PROBLEM REQUIREMENTS - From the line below that contains "it('parts of jet" to the line that contains "['62.5 / 4', '62.5", repeat every line exactly, both ends included, and nothing else.

[Stored data entries]
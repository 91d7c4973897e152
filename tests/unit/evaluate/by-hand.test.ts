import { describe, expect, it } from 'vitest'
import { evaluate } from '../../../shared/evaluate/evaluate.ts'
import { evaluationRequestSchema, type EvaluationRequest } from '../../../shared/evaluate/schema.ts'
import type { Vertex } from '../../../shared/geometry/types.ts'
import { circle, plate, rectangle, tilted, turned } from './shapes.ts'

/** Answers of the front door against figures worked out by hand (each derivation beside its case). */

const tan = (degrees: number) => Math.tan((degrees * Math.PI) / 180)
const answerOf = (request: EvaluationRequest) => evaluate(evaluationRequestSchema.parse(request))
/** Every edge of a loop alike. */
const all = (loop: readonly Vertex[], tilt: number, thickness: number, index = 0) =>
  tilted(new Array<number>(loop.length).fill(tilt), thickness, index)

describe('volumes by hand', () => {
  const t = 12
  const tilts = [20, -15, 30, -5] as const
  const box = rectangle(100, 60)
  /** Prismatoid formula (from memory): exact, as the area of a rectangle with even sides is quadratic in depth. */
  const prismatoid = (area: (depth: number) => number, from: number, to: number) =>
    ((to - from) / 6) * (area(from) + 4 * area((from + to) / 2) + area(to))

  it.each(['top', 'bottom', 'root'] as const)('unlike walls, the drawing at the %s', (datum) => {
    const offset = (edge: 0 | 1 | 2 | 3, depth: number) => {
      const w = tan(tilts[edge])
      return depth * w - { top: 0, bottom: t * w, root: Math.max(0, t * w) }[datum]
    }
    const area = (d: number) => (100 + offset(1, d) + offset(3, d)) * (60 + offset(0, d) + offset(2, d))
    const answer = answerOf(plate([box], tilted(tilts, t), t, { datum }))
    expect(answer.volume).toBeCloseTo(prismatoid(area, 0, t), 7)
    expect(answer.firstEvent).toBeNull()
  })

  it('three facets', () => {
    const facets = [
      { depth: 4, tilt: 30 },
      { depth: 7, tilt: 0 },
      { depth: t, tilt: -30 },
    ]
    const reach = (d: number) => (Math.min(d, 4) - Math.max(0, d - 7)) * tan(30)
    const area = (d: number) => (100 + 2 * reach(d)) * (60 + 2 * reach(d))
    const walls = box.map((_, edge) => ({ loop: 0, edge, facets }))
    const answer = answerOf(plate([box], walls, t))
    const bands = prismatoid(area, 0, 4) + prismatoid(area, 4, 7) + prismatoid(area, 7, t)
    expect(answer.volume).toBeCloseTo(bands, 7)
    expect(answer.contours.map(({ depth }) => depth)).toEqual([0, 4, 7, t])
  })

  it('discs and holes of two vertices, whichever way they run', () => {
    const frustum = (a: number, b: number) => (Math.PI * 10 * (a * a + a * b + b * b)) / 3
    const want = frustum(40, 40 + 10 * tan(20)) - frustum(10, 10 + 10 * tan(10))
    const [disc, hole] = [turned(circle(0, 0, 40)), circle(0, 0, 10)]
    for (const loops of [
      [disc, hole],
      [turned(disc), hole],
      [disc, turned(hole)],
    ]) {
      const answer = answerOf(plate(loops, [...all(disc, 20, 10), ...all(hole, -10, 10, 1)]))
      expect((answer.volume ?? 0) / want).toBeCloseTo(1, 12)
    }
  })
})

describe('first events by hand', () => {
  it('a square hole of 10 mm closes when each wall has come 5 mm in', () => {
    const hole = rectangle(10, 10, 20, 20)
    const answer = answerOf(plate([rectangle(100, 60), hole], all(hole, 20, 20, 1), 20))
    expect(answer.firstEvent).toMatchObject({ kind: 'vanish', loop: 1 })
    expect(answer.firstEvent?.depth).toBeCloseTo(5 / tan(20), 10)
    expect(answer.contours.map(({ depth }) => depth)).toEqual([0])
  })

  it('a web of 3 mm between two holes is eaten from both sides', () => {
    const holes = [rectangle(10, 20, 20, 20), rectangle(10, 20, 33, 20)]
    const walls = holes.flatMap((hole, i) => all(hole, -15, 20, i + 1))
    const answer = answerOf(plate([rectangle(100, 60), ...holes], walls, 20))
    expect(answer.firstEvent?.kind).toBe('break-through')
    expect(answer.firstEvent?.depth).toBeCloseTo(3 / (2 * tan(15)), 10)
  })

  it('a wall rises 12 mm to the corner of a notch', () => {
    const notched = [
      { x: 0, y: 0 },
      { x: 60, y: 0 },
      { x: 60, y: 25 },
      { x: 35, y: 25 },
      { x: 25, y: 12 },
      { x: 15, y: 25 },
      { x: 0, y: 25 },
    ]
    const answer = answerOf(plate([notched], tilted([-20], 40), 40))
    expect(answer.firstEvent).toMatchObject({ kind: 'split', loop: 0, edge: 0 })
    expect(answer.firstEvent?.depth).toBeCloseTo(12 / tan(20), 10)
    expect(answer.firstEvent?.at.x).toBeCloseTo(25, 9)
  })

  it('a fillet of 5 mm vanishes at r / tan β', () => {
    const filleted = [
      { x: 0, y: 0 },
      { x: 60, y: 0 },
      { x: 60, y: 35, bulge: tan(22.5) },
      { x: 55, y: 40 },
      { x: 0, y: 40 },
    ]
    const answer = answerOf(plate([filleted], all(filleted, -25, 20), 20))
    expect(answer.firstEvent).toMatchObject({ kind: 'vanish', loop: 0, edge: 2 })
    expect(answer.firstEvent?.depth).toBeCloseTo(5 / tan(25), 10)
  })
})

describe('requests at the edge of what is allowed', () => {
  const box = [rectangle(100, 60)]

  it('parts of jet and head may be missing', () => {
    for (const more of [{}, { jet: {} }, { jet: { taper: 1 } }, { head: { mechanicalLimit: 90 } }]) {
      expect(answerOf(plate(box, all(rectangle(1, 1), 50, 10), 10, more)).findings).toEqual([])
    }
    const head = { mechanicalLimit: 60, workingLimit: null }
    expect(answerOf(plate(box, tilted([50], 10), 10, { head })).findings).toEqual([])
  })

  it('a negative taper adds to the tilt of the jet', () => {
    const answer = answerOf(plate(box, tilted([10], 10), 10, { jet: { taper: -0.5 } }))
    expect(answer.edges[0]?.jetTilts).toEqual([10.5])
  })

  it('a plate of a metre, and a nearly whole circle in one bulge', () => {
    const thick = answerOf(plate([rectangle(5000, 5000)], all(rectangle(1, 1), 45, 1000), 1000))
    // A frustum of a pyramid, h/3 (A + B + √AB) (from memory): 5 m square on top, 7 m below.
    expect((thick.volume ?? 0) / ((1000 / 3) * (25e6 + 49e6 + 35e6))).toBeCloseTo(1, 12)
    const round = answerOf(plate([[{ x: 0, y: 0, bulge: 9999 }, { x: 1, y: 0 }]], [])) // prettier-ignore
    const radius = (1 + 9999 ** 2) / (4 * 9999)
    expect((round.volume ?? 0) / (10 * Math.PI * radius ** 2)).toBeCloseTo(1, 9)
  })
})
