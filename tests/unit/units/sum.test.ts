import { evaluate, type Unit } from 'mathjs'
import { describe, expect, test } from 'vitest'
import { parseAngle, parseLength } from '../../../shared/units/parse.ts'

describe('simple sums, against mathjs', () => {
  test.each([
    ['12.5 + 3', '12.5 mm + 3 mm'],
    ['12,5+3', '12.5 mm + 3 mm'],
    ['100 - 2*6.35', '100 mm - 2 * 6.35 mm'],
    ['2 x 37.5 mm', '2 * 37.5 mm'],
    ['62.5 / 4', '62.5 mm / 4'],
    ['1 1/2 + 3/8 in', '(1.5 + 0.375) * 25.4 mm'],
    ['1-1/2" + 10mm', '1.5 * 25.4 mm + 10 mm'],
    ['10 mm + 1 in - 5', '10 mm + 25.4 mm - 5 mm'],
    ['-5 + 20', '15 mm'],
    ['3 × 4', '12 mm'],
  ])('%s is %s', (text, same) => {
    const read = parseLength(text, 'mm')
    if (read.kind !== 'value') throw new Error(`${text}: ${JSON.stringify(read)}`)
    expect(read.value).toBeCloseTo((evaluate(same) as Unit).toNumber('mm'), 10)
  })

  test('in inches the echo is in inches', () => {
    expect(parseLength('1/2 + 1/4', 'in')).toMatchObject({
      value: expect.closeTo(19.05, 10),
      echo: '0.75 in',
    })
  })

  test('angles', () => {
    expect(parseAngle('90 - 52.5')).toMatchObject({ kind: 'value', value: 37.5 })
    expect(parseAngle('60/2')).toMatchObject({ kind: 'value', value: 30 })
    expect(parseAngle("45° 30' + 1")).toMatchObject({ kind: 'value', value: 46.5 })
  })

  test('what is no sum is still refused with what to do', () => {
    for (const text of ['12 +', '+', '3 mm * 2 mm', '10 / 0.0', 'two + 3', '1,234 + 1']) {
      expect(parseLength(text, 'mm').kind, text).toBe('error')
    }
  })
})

ANSWER SPACE -
  it('parts of jet and head may be missing', () => {
    for (const more of [{}, { jet: {} }, { jet: { taper: 1 } }, { head: { mechanicalLimit: 90 } }]) {
      expect(answerOf(plate(box, all(rectangle(1, 1), 50, 10), 10, more)).findings).toEqual([])
    }
    const head = { mechanicalLimit: 60, workingLimit: null }
    expect(answerOf(plate(box, tilted([50], 10), 10, { head })).findings).toEqual([])
  })

  it('a negative taper adds to the tilt of the jet', () => {
    const answer = answerOf(plate(box, tilted([10], 10), 10, { jet: { taper: -0.5 } }))
    expect(answer.edges[0]?.jetTilts).toEqual([10.5])
  })

  it('a plate of a metre, and a nearly whole circle in one bulge', () => {
    const thick = answerOf(plate([rectangle(5000, 5000)], all(rectangle(1, 1), 45, 1000), 1000))
    // A frustum of a pyramid, h/3 (A + B + √AB) (from memory): 5 m square on top, 7 m below.
    expect((thick.volume ?? 0) / ((1000 / 3) * (25e6 + 49e6 + 35e6))).toBeCloseTo(1, 12)
    const round = answerOf(plate([[{ x: 0, y: 0, bulge: 9999 }, { x: 1, y: 0 }]], [])) // prettier-ignore
    const radius = (1 + 9999 ** 2) / (4 * 9999)
    expect((round.volume ?? 0) / (10 * Math.PI * radius ** 2)).toBeCloseTo(1, 9)
  })
})
filename tests/unit/units/sum.test.ts
import { evaluate, type Unit } from 'mathjs'
import { describe, expect, test } from 'vitest'
import { parseAngle, parseLength } from '../../../shared/units/parse.ts'

describe('simple sums, against mathjs', () => {
  test.each([
    ['12.5 + 3', '12.5 mm + 3 mm'],
    ['12,5+3', '12.5 mm + 3 mm'],
    ['100 - 2*6.35', '100 mm - 2 * 6.35 mm'],
    ['2 x 37.5 mm', '2 * 37.5 mm'],
    ['62.5 / 4', '62.5 mm / 4'],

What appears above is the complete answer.